High Corn Prices Drive Up Eggs

US - Never mind whether it's the chicken or the egg that comes first.
calendar icon 11 July 2007
clock icon 3 minute read

In the egg business these days, the question is about the ties between ethanol and feed stock.

The relationship is turning out to be a good one for U.S. egg producers, who are clucking all the way to the bank.

"We're having fun in the egg business right now," said Fred Adams, chief executive of Cal-Maine Foods (NASDAQ:CALM) CALM, the largest of them all.

Corn is the common factor. It's a key ingredient in both ethanol and feed stock. Surging demand for the fuel since last fall has caused corn prices to soar about 60%.

That in turn has driven up the cost of feed stock. Why is that a good thing for egg farmers?

The business is all about supply and demand. Reduced supply without a comparable drop in demand translates into higher egg prices.

Since feed stock costs are so high, egg farmers have cut back on production.

Egg Supply

With 280 million egg-laying hens left, there are enough eggs for everybody.

But the national flock size of egg-laying hens is now six million less than this time last year, says Gene Gregory, president of United Egg Producers.

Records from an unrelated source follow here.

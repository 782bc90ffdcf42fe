import type pg from 'pg';
import { afterAll, afterEach, beforeAll, describe, expect, it } from 'vitest';
import type { Actor } from '../../src/domain/access/permissions';
import { asActor, asIngest } from '../../src/server/db/transaction';
import { horizon } from '../../src/server/queries/horizon';
import { eventsBetween } from '../../src/server/queries/live';
import { eventsAsRecorded } from '../../src/server/queries/v1-history';
import { testDatabase, type TestDatabase } from '../support/database';
import { transactionElsewhere, type Elsewhere } from '../support/elsewhere';
import { testFleet } from '../support/fleet';

/** Asked as the product asks: by the roles that see of other databases no more than that somebody is there. */
const HERE = 'Weirside Clinic';
let db: TestDatabase;
let siteId: number;
let analyst: Actor;
const elsewhere: Elsewhere[] = [];
const writers: pg.PoolClient[] = [];

beforeAll(async () => {
  db = await testDatabase();
  const fleet = await testFleet(db, [HERE]);
  siteId = fleet.site(HERE).id;
  analyst = await fleet.actor('analyst@lowfield.example');
});
afterEach(async () => {
  for (const client of writers.splice(0)) {
    await client.query('rollback');
    client.release();
  }
  for (const other of elsewhere.splice(0)) await other.end();
});
afterAll(() => db.drop());

const other = async (): Promise<Elsewhere> => {
  const transaction = await transactionElsewhere(db);
  elsewhere.push(transaction);
  return transaction;
};
const write = async (by: pg.Pool | pg.PoolClient): Promise<{ id: string; xid: bigint }> => {
  const { rows } = await by.query<{ id: string; xid: string }>(
    `insert into event (at, organisation_id, site_id, kind) select now(), organisation_id, id, 'roster_changed'
     from site where id = $1 returning id::text, xid::text`,
    [siteId],
  );
  return { id: rows[0]!.id, xid: BigInt(rows[0]!.xid) };
};
/** Writes an event in a transaction of our own database that stays open. */
const begins = async () => {
  const client = await db.owner.connect();
  writers.push(client);
  await client.query('begin');
  return { client, ...(await write(client)) };
};
const below = async (): Promise<bigint> => BigInt((await asIngest(horizon)).below);
const followed = async (): Promise<string[]> =>
  (await asActor(analyst, (tx) => eventsAsRecorded(tx, {}, null, 1000))).map((e) => e.id);
/** What a reader by cursor gets, from one round to the next. */
const read = async (from: string): Promise<{ ids: string[]; to: string; held: boolean }> =>
  asIngest(async (tx) => {
    const { below: to, held } = await horizon(tx);
    const { events } = await eventsBetween(tx, from, to, { siteIds: [siteId] }, 1000);
    return { ids: events.map((e) => e.id), to, held };
  });

describe('how far events may be read', () => {
  it('does not hang on transactions of other databases', async () => {
    const { xid } = await other();
    const event = await write(db.owner);
    expect(event.xid).toBeGreaterThan(BigInt(xid));
    // another test's may be counted for the moment between its number and its lock
    await expect.poll(below).toBeGreaterThan(event.xid);
    await expect.poll(followed).toContain(event.id);
    await expect.poll(async () => (await asIngest(horizon)).held).toBe(false);
  });

  it('ends at the oldest writer of our own, among those of other databases; none is missed', async () => {
    const { to } = await read('0');
    await other();
    const early = await begins();
    await other();
    const late = await write(db.owner);
    await other();
    await expect.poll(below).toBe(early.xid);
    const during = await read(to);
    expect(during).toEqual({ ids: [], to: String(early.xid), held: true });
    expect(await followed()).not.toContain(late.id);
    await early.client.query('commit');
    await expect.poll(below).toBeGreaterThan(late.xid);
    expect((await read(during.to)).ids).toEqual([early.id, late.id]);
    expect((await followed()).slice(-2)).toEqual([early.id, late.id]);
  });

  it('ends at the oldest of several writers, and moves on as they end', async () => {
    const [first, second] = [await begins(), await begins()];
    await other();
    await expect.poll(below).toBe(first.xid);
    await first.client.query('commit');
    await expect.poll(below).toBe(second.xid);
    expect(await followed()).toContain(first.id);
    expect(await followed()).not.toContain(second.id);
    await second.client.query('rollback');
    await expect.poll(below).toBeGreaterThan(second.xid);
  });

  it('does not pass over what the reader itself has yet to write', async () => {
    await other();
    const { own, to } = await asIngest(async (tx) => {
      const { rows } = await tx.raw<{ rows: { xid: string }[] }>(
        'select pg_current_xact_id()::text as xid from site limit 1',
      );
      await write(db.owner);
      return { own: rows[0]!.xid, to: await horizon(tx) };
    });
    expect(BigInt(to.below)).toBeLessThanOrEqual(BigInt(own));
    expect(to.held).toBe(true);
  });
});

Per-capita consumption has remained steady since 2000 at around 250 to 255 eggs a year, or about five eggs per person per week.

As the largest supplier of fresh shell eggs in the U.S., Cal-Maine has a 16% share of the shell egg market.

It also is the only U.S. egg company out of 250 that is publicly traded.

Cal-Maine sells eggs in 28 states, mainly in the Sun Belt and lower Midwest and mid-Atlantic.

Customers include top supermarket chains and food service distributors, such as Wal-Mart (NYSE:WMT) WMT, H.E. Butt Grocery, Kroger (NYSE:KR) KR, Safeway (NYSE:SWY) , Sysco SYY and U.S. Foodservice.

Cal-Maine has cut back its own egg supply 1% to 2%. That's more than one might think.

"One or two percent on the supply side affects prices 20% or 30%," Adams said.

"Feed costs are up 10 cents a dozen and egg prices are up 20 cents a dozen. So that leaves us with a good, profitable story," he said.

Cal-Maine's earnings have come back strong in the last two quarters, with the last up 118% over the earlier year to 74 cents a share. Sales in the quarter were up 35% to $175.2million.

That's a stark turnaround from the prior two years.